Industry Professionals Counsel Emerging Entrepreneurs at NeuroDesign Workshop

by James Cavuoto, editor

October 2021 issue

Representatives from the neurotechnology industry, clinicians, and academics assembled with 32 students, post-docs, and neurotech entrepreneurs for the 2021 Cleveland NeuroDesign Entrepreneurs Workshop. The weekend event was held on the campus of Case Western Reserve University, which sponsored the workshop along with the Cleveland Clinic.

The would-be entrepreneurs were grouped into eight teams of four and tasked with building a startup to address an unmet clinical need. Each team then spent the weekend researching technologies and market opportunities relevant to their particular startup. Along the way, they conferred with neurotech industry professionals assigned as mentors. Each team then presented their pitch deck to the audience of professionals, who judged the presentations and awarded prizes to the best ones.

Andrew Cornwell, associate director of the Case Coulter Translational Research Partnership and director of industrial and strategic collaborations for the Cleveland FES Center, kicked off the workshop with advice for the teams. “Display your product concept and the core underlying technology,” he said. “Show the kind of evidence you will pursue to show that your approach works. List the major remaining risks and you plan to address them. Explain how your solution will integrate existing practices without significant training of physicians and support staff, or explain how training is part of the solution. What is the value to the major stakeholders?”

Rob Barnes from Amazon Web Services spoke on the importance sharing and protecting information. “Data wants to be free—that is liberated,” he said. “So consider how you’re collecting that data and how you share that data.” He warned that email presents risks when used as a means of sharing data.

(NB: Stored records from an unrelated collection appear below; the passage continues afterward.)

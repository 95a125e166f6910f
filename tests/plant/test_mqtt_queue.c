/* test_mqtt_queue.c: unit tests of the MQTT queue, the payloads, and a client with no broker (MQT_). */
#include "mqtt.h"

#include <criterion/criterion.h>
#include <math.h>
#include <stdio.h>
#include <string.h>
#include <time.h>

static double mono(void)
{
  struct timespec ts;
  clock_gettime(CLOCK_MONOTONIC, &ts);
  return (double)ts.tv_sec + ts.tv_nsec * 1e-9;
}

static void push(MQT_Queue *q, int cls, const char *text)
{
  cr_assert_eq(MQT_QueuePush(q, cls, cls == MQT_CLASS_ALERT, 0, cls == MQT_CLASS_ALERT ? "t/alert" : "t/pass", text,
                             strlen(text)),
               0);
}

static const char *pop(MQT_Queue *q)
{
  static char out[64];
  int cls;
  MQT_Message *m = MQT_QueueHead(q, &cls);
  if (!m)
    return NULL;
  snprintf(out, sizeof out, "%.*s", (int)m->len, m->payload);
  MQT_QueuePop(q, cls);
  return out;
}

Test(queue, leaves_in_arrival_order_across_classes)
{
  MQT_Queue q;
  cr_assert_eq(MQT_QueueInit(&q, 4, 4), 0);
  push(&q, MQT_CLASS_PASS, "p1");
  push(&q, MQT_CLASS_ALERT, "a1");
  push(&q, MQT_CLASS_PASS, "p2");
  push(&q, MQT_CLASS_ALERT, "a2");
  const char *want[] = {"p1", "a1", "p2", "a2"};
  for (int i = 0; i < 4; i++)
    cr_assert_str_eq(pop(&q), want[i]);
  cr_assert_null(pop(&q));
  MQT_QueueFree(&q);
}

Test(queue, full_pass_queue_drops_its_oldest_and_keeps_alerts)
{
  MQT_Queue q;
  cr_assert_eq(MQT_QueueInit(&q, 3, 2), 0);
  push(&q, MQT_CLASS_ALERT, "a1");
  char t[8];
  for (int i = 1; i <= 10; i++) {
    snprintf(t, sizeof t, "p%d", i);
    push(&q, MQT_CLASS_PASS, t);
  }
  cr_assert_eq(q.ring[MQT_CLASS_PASS].dropped, 7);
  cr_assert_eq(q.ring[MQT_CLASS_PASS].count, 3);
  cr_assert_eq(q.ring[MQT_CLASS_ALERT].dropped, 0);
  const char *want[] = {"a1", "p8", "p9", "p10"};
  for (int i = 0; i < 4; i++)
    cr_assert_str_eq(pop(&q), want[i]);
  MQT_QueueFree(&q);
}

Test(queue, alerts_have_their_own_bound)
{
  MQT_Queue q;
  cr_assert_eq(MQT_QueueInit(&q, 2, 2), 0);
  push(&q, MQT_CLASS_ALERT, "a1");
  push(&q, MQT_CLASS_ALERT, "a2");
  push(&q, MQT_CLASS_ALERT, "a3");
  cr_assert_eq(q.ring[MQT_CLASS_ALERT].dropped, 1);
  cr_assert_str_eq(pop(&q), "a2");
  cr_assert_str_eq(pop(&q), "a3");
  int cls;
  MQT_Message *m;
  push(&q, MQT_CLASS_ALERT, "a4");
  m = MQT_QueueHead(&q, &cls);
  cr_assert_eq(m->qos, 1);
  cr_assert_eq(cls, MQT_CLASS_ALERT);
  MQT_QueueFree(&q);
}

Test(queue, refuses_what_does_not_fit)
{
  MQT_Queue q;
  cr_assert_eq(MQT_QueueInit(&q, 1, 1), 0);
  char topic[MQT_TOPIC_MAX + 1];
  memset(topic, 'x', sizeof topic - 1);
  topic[sizeof topic - 1] = '\0';
  cr_assert_eq(MQT_QueuePush(&q, MQT_CLASS_PASS, 0, 0, topic, "x", 1), -1);
  static char big[MQT_PAYLOAD_MAX + 1];
  cr_assert_eq(MQT_QueuePush(&q, MQT_CLASS_PASS, 0, 0, "t", big, sizeof big), -1);
  cr_assert_eq(q.ring[MQT_CLASS_PASS].count, 0);
  MQT_QueueFree(&q);
}

/* ---- payloads: the integration tests read them with Python's json module ---- */

static char buf[MQT_PAYLOAD_MAX];

Test(payload, pass_with_unknown_values_as_null)
{
  SEG_Pass p;
  memset(&p, 0, sizeof p);
  p.number = 7;
  p.end_time = 1796169304.125;
  p.start_time = 1796169274.0;
  p.aggressiveness = 9.75;
  p.depth_mm = NAN;
  p.work_speed_mm_s = 40.0;
  p.flags = SEG_F_DEPTH_UNKNOWN;
  CYC_PassInfo x;
  memset(&x, 0, sizeof x);
  x.cycle = 1;
  x.pass_in_cycle = 7;
  x.dull_ratio = NAN;
  long n = MQT_FormatPass("sg4", &p, &x, "plate-1200", "cx60-vitrified", buf, sizeof buf);
  cr_assert_gt(n, 0);
  cr_assert(strncmp(buf, "{\"machine\":\"sg4\",\"job\":\"plate-1200\",\"wheel\":\"cx60-vitrified\",\"pass\":7,", 70) == 0,
            "%s", buf);
  cr_assert(strstr(buf, "\"end_time\":1796169304.125,"), "%s", buf);
  cr_assert(strstr(buf, "\"depth_of_cut_mm\":null,"));
  cr_assert(strstr(buf, "\"work_speed_mm_min\":2400,"));
  cr_assert(strstr(buf, "\"aggressiveness\":9.75,"));
  cr_assert(strstr(buf, "\"flags\":\"depth_unknown\""));
  cr_assert(strstr(buf, "\"dull_ratio\":null"));
  cr_assert_eq(buf[n - 1], '}');
  cr_assert_eq(MQT_FormatPass("sg4", &p, &x, "plate-1200", "cx60-vitrified", buf, 100), -1);
}

Test(payload, event_text_is_escaped)
{
  PLG_Event e;
  memset(&e, 0, sizeof e);
  e.time = 1796169322.839;
  snprintf(e.kind, sizeof e.kind, "communication_lost");
  e.severity = PLG_WARNING;
  e.state = PLG_RAISED;
  e.pass = 3;
  e.value = e.limit = NAN;
  snprintf(e.message, sizeof e.message, "no \"values\"\tsince \\ 2 s");
  cr_assert_gt(MQT_FormatEvent("sg4", &e, buf, sizeof buf), 0);
  cr_assert_str_eq(buf, "{\"machine\":\"sg4\",\"time\":1796169322.839,\"kind\":\"communication_lost\",\"state\":\"raised\","
                        "\"severity\":\"warning\",\"pass\":3,\"value\":null,\"limit\":null,"
                        "\"message\":\"no \\\"values\\\"\\u0009since \\\\ 2 s\"}");
}

Test(payload, status_online_and_offline)
{
  cr_assert_gt(MQT_FormatStatus("sg4", 1, "running", 1, "[\"dulling\"]", 1796169000.5, buf, sizeof buf), 0);
  cr_assert_str_eq(buf, "{\"machine\":\"sg4\",\"online\":true,\"reason\":\"running\",\"connection\":\"up\","
                        "\"conditions\":[\"dulling\"],\"time\":1796169000.500}");
  cr_assert_gt(MQT_FormatStatus("sg4", 0, "connection lost", -1, NULL, NAN, buf, sizeof buf), 0);
  cr_assert_str_eq(buf, "{\"machine\":\"sg4\",\"online\":false,\"reason\":\"connection lost\",\"connection\":null,"
                        "\"conditions\":null,\"time\":null}");
}

/* ---- a client whose broker is not there ---- */

static MQT_Config config(void)
{
  MQT_Config c;
  memset(&c, 0, sizeof c);
  c.enabled = 1;
  snprintf(c.host, sizeof c.host, "127.0.0.1");
  c.port = 9; /* discard: nothing listens there in a test box; connects are refused */
  c.keepalive_s = 30;
  c.queue_passes = 5;
  c.queue_alerts = 5;
  c.reconnect_min_s = 1;
  c.reconnect_max_s = 2;
  return c;
}

Test(client, queues_without_a_broker_and_never_blocks)
{
  MQT_Config c = config();
  char err[256];
  MQT_Client *m = MQT_Create(&c, "sg4", err, sizeof err);
  cr_assert_not_null(m, "%s", err);
  cr_assert_str_eq(MQT_Prefix(m), "gritline/sg4");
  SEG_Pass p;
  memset(&p, 0, sizeof p);
  double worst = 0.0;
  for (unsigned long i = 1; i <= 8; i++) {
    p.number = i;
    double t0 = mono();
    MQT_Pass(m, &p, NULL, "plate-1200", "cx60-vitrified");
    MQT_Service(m, mono());
    double dt = mono() - t0;
    if (dt > worst)
      worst = dt;
  }
  cr_assert_lt(worst, 0.05, "a pass took %.3f s to queue", worst);
  MQT_Counters k;
  MQT_GetCounters(m, &k);
  cr_assert_eq(k.connected, 0);
  cr_assert_eq(k.queued_passes, 5);
  cr_assert_eq(k.dropped_passes, 3);
  cr_assert_eq(k.published, 0);
  double t0 = mono();
  MQT_Destroy(m, 2.0);
  cr_assert_lt(mono() - t0, 1.0, "nothing to wait for without a broker");
}

Test(client, unreadable_password_file)
{
  MQT_Config c = config();
  snprintf(c.username, sizeof c.username, "sg4");
  snprintf(c.password_file, sizeof c.password_file, "/nonexistent/gritline.secret");
  char err[256];
  cr_assert_null(MQT_Create(&c, "sg4", err, sizeof err));
  cr_assert(strstr(err, "[mqtt] password_file /nonexistent/gritline.secret: "), "%s", err);
}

Among the presenters offering advice to the entrepreneur teams were VC professionals Amy Kruse from Prime Movers Lab and Karen Spilizewski from RiverVest. Kruse advised entrepreneurs to know what type of VC firm they are pitching. “The slides won’t change, but the emphasis will, and certainly their questions will vary,” she said. Kruse also advised entrepreneurs to prep before making a call or taking a meeting to know your audience. She also recommended tracking responses so you’ll always know who you spoke to. And she also advised entrepreneurs to follow relevant VCs on social media. She recommended that you ask VCs at the start of the meeting how they want to proceed. “I personally don’t like walking through slides on a call, I can do that on my own time and would prefer to engage the CEO or team in a conversation. I learn a lot more that way.”

Two neuromodulation industry veterans, Jeff Kramer from Medtronic, and Dan Powell from Spark Biomedical, shared their career trajectories with the audience. They both claimed to have “fallen in love” with neuromodulation early on.

Another industry veteran, Dan Brounstein from Saluda Medical, gave a talk on neuromodulation market analysis. “Neuromodulation is missing objective measures to create algorithms and improve therapies,” he said. He advised entrepreneurs to look for gaps in treatment, such as loss of efficacy, explants, and reproducible clinical results.

David Hoagland from Blackrock Neurotech gave a presentation on business plan development. He recommended that entrepreneurs leverage the BioDesign process—first described at Stanford University—to create their business plan. He cautioned entrepreneurs to address big risks early in the process to avoid a costly “oops” moment later on. With respect to commercialization strategy, Hoagland advised, “Look beyond the initial product—the product roadmap, the product family, the product lifecycle.

Tim Marjenin from MCRA gave a talk on regulatory and reimbursement issues. “A sequential strategy is high-risk—and common,” he said. Instead, he advised entrepreneurs to pursue an integrated strategy that looks at both regulatory and reimbursement issues together early on in the commercialization process.